*Exercise goal*.
The expected answer is the set of lines in the data below between the line holding "path in V8." and the line holding "const decimals = Math.max(widthEnd", inclusive, written out exactly.

Stored data:
-- Opening Marker --

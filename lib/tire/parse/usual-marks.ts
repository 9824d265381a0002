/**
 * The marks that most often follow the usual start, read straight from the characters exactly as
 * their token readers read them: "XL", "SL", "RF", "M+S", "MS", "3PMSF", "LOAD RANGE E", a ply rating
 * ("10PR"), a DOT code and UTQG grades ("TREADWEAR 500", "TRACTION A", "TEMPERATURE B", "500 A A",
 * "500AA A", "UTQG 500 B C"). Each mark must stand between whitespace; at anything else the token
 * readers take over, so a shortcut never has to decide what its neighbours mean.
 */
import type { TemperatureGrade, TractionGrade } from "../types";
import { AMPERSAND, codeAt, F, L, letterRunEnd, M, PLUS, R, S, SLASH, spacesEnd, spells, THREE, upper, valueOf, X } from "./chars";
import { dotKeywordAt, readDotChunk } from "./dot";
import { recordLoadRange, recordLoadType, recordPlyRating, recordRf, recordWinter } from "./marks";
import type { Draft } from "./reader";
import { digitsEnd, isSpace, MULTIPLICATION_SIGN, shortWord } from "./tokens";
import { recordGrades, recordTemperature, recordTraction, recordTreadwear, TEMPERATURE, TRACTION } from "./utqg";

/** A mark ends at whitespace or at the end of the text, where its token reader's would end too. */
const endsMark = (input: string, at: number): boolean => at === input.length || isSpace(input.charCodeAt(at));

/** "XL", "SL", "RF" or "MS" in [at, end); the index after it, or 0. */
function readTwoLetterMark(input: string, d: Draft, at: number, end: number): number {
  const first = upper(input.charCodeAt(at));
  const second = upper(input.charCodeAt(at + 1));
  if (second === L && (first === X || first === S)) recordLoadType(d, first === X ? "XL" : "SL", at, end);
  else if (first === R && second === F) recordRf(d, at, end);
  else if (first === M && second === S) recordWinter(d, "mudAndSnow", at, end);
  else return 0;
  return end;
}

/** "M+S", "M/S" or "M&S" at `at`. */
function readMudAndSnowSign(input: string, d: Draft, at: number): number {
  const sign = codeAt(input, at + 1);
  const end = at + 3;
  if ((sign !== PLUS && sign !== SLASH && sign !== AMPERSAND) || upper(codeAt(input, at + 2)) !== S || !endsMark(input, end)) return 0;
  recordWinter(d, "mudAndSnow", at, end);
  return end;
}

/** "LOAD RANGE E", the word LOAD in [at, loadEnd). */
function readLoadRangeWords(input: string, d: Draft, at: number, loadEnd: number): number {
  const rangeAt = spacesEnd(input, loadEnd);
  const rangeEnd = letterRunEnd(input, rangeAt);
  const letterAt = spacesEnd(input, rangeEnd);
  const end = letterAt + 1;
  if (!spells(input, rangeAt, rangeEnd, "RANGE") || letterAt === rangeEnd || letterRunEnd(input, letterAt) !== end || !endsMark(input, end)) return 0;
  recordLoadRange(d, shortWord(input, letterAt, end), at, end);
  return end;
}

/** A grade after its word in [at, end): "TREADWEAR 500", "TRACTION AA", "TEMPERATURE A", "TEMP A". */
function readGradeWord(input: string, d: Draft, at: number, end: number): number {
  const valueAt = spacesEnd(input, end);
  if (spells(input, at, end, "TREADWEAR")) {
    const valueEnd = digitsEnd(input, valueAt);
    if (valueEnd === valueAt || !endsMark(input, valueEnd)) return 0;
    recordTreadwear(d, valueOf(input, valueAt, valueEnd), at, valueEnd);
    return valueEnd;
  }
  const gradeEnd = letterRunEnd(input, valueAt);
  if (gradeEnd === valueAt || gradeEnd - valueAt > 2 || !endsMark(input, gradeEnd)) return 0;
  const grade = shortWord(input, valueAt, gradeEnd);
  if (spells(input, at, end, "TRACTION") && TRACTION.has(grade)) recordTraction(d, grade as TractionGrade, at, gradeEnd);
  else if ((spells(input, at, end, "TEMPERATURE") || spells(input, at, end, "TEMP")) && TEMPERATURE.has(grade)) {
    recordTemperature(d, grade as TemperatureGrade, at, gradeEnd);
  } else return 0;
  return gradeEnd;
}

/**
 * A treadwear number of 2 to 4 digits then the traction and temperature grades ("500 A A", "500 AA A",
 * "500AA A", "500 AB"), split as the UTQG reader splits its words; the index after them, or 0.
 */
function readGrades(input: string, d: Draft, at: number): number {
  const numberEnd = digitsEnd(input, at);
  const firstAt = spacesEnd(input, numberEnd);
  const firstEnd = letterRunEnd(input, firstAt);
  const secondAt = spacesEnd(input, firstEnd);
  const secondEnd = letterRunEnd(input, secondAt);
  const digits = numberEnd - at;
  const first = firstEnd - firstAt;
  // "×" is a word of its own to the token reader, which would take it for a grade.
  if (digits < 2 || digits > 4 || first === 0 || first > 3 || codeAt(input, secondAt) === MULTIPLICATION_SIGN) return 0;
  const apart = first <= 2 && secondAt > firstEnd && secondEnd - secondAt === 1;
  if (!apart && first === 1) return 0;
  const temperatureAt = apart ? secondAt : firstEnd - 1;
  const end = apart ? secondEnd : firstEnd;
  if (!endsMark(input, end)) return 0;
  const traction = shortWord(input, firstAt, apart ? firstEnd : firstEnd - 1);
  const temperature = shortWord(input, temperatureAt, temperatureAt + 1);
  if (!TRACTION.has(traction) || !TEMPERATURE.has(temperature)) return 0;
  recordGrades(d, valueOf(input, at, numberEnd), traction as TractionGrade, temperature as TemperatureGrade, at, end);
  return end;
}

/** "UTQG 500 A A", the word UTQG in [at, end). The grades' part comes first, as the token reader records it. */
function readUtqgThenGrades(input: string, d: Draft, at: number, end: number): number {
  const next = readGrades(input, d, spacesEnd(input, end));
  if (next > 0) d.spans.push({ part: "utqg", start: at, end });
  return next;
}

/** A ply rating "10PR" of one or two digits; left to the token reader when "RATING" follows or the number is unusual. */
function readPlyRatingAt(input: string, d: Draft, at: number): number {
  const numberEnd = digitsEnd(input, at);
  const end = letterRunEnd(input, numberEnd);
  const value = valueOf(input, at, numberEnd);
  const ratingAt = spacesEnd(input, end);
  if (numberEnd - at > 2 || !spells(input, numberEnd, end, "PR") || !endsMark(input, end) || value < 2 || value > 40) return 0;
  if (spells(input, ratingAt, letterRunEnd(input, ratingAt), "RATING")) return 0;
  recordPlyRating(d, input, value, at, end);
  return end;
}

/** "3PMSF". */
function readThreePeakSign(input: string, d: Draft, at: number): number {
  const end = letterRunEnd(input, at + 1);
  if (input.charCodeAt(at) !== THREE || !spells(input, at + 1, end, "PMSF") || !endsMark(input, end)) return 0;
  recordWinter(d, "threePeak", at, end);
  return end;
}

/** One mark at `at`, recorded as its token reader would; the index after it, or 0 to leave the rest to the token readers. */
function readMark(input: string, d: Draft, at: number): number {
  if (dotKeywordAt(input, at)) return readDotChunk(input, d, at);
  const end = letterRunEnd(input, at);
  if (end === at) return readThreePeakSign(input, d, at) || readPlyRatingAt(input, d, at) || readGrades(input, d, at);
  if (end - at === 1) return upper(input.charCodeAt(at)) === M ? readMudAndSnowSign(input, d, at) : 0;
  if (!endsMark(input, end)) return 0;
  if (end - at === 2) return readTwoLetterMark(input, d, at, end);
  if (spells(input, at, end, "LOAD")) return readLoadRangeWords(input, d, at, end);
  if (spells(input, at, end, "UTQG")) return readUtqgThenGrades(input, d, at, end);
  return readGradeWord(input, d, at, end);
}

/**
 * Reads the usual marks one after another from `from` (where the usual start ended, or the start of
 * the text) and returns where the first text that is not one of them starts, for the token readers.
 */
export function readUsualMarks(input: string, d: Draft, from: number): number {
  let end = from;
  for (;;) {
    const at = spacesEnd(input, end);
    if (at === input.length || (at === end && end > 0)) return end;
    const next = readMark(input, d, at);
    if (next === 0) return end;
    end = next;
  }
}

-- Closing Marker --
-- Opening Marker --

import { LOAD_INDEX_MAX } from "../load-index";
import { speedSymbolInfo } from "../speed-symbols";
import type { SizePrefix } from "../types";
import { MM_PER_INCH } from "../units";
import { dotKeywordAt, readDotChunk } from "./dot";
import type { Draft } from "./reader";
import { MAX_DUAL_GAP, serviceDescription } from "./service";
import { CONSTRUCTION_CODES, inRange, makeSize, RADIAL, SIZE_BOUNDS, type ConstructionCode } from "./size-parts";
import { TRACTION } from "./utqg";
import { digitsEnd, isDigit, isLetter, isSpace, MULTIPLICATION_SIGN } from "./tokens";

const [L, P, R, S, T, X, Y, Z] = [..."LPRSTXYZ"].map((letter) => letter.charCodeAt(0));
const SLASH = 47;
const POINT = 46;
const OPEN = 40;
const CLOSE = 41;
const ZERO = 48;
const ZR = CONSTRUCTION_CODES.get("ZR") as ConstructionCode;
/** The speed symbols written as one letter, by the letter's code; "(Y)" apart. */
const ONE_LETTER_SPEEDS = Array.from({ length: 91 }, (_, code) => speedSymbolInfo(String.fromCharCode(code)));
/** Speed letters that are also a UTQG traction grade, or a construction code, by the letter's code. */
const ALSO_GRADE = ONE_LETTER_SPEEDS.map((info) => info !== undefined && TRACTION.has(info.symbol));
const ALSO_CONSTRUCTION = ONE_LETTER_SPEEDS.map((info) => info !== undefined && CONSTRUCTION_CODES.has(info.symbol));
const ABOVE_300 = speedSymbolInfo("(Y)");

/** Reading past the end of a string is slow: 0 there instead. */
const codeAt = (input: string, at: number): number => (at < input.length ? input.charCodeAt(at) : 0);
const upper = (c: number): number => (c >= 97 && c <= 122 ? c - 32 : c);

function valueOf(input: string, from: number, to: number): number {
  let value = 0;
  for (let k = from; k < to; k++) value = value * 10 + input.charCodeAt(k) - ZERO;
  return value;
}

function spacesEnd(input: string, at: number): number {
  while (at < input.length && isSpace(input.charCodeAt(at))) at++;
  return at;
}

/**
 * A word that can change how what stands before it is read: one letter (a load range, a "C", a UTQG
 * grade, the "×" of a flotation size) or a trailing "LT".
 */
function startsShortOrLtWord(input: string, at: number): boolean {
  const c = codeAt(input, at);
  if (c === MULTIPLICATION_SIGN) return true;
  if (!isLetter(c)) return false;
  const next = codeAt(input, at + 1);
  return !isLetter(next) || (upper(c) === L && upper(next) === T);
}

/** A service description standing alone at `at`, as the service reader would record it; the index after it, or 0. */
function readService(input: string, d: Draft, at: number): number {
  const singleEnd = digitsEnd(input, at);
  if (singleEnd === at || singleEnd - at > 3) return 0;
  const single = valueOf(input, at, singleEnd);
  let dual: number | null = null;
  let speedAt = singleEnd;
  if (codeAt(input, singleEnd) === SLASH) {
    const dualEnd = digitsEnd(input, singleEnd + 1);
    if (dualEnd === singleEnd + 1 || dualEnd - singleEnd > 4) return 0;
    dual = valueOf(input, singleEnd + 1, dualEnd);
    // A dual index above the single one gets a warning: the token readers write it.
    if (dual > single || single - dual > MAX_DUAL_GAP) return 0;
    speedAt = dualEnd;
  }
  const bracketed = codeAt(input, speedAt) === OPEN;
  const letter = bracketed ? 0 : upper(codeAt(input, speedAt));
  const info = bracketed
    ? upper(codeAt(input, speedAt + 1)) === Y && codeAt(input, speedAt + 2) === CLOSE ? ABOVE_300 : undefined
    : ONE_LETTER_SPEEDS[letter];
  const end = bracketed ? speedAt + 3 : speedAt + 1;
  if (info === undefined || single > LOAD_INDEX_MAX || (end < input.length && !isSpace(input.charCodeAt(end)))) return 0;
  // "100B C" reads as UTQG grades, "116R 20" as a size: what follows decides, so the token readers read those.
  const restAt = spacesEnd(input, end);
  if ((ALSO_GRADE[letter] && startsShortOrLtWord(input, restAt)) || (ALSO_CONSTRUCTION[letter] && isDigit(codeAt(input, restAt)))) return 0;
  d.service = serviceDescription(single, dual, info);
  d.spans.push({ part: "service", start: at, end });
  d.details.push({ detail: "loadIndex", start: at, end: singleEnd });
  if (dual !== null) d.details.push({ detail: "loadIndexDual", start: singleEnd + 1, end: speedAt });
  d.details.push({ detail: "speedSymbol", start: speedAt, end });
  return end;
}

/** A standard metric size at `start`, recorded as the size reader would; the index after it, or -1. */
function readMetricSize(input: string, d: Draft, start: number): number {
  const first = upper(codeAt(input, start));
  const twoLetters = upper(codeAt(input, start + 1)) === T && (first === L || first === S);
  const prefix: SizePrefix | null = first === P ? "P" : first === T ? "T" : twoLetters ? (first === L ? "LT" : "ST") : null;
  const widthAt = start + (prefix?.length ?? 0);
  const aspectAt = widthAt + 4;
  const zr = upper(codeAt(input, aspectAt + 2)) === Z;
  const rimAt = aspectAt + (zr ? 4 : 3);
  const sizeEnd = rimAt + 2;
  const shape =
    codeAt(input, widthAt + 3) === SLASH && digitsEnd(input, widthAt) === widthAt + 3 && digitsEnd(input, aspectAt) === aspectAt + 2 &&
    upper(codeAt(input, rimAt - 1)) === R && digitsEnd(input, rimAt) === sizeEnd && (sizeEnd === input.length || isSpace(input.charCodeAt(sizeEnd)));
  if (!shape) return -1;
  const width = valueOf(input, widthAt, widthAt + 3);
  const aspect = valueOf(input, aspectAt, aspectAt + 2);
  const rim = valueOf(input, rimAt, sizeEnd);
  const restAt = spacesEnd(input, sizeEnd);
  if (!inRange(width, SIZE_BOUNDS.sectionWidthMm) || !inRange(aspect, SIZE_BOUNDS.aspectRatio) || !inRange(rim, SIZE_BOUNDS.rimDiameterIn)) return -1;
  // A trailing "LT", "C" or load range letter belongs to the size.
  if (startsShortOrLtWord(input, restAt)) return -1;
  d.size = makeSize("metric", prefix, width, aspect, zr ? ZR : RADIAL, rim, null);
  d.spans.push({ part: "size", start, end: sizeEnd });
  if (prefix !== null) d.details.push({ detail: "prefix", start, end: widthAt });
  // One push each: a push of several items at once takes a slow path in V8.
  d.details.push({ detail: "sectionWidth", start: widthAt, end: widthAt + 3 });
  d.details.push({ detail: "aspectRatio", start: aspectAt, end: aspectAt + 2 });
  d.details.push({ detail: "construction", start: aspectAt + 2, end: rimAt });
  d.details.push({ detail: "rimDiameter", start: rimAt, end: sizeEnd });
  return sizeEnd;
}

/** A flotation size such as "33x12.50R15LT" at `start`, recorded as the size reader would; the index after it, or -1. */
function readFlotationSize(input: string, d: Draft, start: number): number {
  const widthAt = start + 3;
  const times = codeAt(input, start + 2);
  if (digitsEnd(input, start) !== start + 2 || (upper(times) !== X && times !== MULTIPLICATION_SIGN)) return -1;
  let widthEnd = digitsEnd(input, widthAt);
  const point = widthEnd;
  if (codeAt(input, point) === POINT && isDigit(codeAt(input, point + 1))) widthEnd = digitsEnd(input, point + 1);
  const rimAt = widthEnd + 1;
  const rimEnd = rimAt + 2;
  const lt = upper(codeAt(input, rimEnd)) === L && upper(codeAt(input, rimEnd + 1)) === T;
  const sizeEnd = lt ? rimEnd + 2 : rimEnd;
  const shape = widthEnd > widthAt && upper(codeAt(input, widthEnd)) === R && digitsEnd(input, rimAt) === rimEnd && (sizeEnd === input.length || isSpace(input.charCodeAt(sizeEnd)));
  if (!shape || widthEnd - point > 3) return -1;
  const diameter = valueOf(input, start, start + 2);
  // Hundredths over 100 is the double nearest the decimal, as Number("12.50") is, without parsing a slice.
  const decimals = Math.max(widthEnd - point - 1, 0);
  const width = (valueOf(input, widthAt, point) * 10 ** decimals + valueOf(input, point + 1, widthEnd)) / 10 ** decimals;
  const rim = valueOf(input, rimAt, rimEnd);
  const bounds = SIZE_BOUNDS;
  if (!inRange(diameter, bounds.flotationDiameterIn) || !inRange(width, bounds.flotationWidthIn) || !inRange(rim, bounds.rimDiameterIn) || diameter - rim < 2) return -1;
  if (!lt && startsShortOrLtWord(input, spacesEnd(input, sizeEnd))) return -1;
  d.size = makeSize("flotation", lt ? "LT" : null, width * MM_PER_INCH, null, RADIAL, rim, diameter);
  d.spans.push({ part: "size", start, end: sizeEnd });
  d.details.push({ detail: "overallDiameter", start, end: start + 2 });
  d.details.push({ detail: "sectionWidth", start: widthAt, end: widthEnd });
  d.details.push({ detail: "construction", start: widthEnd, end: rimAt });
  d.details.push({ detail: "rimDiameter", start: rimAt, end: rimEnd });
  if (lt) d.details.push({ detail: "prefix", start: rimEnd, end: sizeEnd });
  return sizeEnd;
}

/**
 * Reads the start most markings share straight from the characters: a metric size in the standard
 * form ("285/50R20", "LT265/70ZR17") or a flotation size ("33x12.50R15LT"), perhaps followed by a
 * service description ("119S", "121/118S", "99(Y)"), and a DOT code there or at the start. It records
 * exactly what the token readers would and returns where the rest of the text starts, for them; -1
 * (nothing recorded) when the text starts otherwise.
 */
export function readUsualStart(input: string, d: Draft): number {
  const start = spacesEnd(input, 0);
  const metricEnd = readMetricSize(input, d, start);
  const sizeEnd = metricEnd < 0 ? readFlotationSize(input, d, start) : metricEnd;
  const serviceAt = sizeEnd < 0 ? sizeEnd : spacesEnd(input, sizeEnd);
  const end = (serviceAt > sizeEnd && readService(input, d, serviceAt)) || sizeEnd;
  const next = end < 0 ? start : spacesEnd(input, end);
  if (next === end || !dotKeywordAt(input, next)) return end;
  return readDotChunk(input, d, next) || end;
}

-- Closing Marker --
-- Opening Marker --

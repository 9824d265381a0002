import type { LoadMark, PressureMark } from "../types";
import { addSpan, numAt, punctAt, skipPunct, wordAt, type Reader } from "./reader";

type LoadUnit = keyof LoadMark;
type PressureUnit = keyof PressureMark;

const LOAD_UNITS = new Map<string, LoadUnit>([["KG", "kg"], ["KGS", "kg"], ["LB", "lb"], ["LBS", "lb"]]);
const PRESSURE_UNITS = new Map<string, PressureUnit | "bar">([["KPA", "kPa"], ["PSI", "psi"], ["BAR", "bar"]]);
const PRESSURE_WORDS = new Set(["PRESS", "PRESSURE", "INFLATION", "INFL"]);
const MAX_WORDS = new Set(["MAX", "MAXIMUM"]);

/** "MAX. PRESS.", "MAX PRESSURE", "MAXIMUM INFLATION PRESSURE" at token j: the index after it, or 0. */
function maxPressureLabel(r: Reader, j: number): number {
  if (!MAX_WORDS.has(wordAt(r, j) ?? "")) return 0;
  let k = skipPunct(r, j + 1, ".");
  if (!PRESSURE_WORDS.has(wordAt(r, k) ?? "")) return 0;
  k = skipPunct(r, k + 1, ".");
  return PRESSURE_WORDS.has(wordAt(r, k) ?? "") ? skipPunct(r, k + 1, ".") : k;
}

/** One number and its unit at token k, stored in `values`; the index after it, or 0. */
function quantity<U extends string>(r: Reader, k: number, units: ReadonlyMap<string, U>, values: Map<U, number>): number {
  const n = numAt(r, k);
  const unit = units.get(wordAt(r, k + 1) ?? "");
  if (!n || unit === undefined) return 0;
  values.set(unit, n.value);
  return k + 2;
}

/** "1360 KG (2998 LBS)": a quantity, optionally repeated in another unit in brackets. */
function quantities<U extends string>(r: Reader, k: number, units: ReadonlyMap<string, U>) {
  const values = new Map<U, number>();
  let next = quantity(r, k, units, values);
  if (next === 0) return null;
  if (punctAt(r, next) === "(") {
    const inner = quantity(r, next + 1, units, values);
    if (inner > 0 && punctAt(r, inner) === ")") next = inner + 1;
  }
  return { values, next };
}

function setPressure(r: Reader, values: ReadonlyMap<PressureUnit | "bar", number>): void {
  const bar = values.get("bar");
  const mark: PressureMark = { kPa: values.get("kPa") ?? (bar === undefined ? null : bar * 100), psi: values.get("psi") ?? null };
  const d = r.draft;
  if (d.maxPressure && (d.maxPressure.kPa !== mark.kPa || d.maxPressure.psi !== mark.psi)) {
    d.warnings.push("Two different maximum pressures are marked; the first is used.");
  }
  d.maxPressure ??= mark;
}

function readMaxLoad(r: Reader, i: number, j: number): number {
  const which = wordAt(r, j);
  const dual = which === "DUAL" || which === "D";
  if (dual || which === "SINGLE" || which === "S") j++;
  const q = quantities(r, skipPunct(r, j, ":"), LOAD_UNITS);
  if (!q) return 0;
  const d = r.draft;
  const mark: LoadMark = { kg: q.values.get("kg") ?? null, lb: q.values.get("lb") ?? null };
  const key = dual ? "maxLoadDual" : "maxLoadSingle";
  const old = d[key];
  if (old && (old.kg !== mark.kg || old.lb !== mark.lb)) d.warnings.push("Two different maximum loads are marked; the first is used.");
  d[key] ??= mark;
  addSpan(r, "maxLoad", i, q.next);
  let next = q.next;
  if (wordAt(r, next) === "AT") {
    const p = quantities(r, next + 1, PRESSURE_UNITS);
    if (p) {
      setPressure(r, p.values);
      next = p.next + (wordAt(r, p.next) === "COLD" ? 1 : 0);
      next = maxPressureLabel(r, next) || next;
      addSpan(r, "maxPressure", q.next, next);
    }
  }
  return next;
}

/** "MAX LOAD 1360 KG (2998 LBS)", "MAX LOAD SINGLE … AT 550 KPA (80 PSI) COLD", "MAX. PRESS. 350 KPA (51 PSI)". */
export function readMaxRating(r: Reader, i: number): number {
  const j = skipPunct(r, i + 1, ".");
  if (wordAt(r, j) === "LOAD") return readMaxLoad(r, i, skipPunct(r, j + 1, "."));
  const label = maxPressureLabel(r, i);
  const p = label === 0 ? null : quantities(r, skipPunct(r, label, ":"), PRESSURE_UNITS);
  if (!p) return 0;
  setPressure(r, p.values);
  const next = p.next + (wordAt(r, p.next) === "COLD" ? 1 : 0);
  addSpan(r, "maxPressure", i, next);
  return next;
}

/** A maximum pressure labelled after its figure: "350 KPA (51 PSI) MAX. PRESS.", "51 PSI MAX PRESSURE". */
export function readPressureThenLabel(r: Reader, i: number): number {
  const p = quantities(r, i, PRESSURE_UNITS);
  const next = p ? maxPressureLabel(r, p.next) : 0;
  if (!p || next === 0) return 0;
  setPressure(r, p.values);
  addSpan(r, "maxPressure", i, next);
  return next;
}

-- Closing Marker --

*Reply to the task*.
  // One push each: a push of several items at once takes a slow path in V8.
  d.details.push({ detail: "sectionWidth", start: widthAt, end: widthAt + 3 });
  d.details.push({ detail: "aspectRatio", start: aspectAt, end: aspectAt + 2 });
  d.details.push({ detail: "construction", start: aspectAt + 2, end: rimAt });
  d.details.push({ detail: "rimDiameter", start: rimAt, end: sizeEnd });
  return sizeEnd;
}

/** A flotation size such as "33x12.50R15LT" at `start`, recorded as the size reader would; the index after it, or -1. */
function readFlotationSize(input: string, d: Draft, start: number): number {
  const widthAt = start + 3;
  const times = codeAt(input, start + 2);
  if (digitsEnd(input, start) !== start + 2 || (upper(times) !== X && times !== MULTIPLICATION_SIGN)) return -1;
  let widthEnd = digitsEnd(input, widthAt);
  const point = widthEnd;
  if (codeAt(input, point) === POINT && isDigit(codeAt(input, point + 1))) widthEnd = digitsEnd(input, point + 1);
  const rimAt = widthEnd + 1;
  const rimEnd = rimAt + 2;
  const lt = upper(codeAt(input, rimEnd)) === L && upper(codeAt(input, rimEnd + 1)) === T;
  const sizeEnd = lt ? rimEnd + 2 : rimEnd;
  const shape = widthEnd > widthAt && upper(codeAt(input, widthEnd)) === R && digitsEnd(input, rimAt) === rimEnd && (sizeEnd === input.length || isSpace(input.charCodeAt(sizeEnd)));
  if (!shape || widthEnd - point > 3) return -1;
  const diameter = valueOf(input, start, start + 2);
  // Hundredths over 100 is the double nearest the decimal, as Number("12.50") is, without parsing a slice.
  const decimals = Math.max(widthEnd - point - 1, 0);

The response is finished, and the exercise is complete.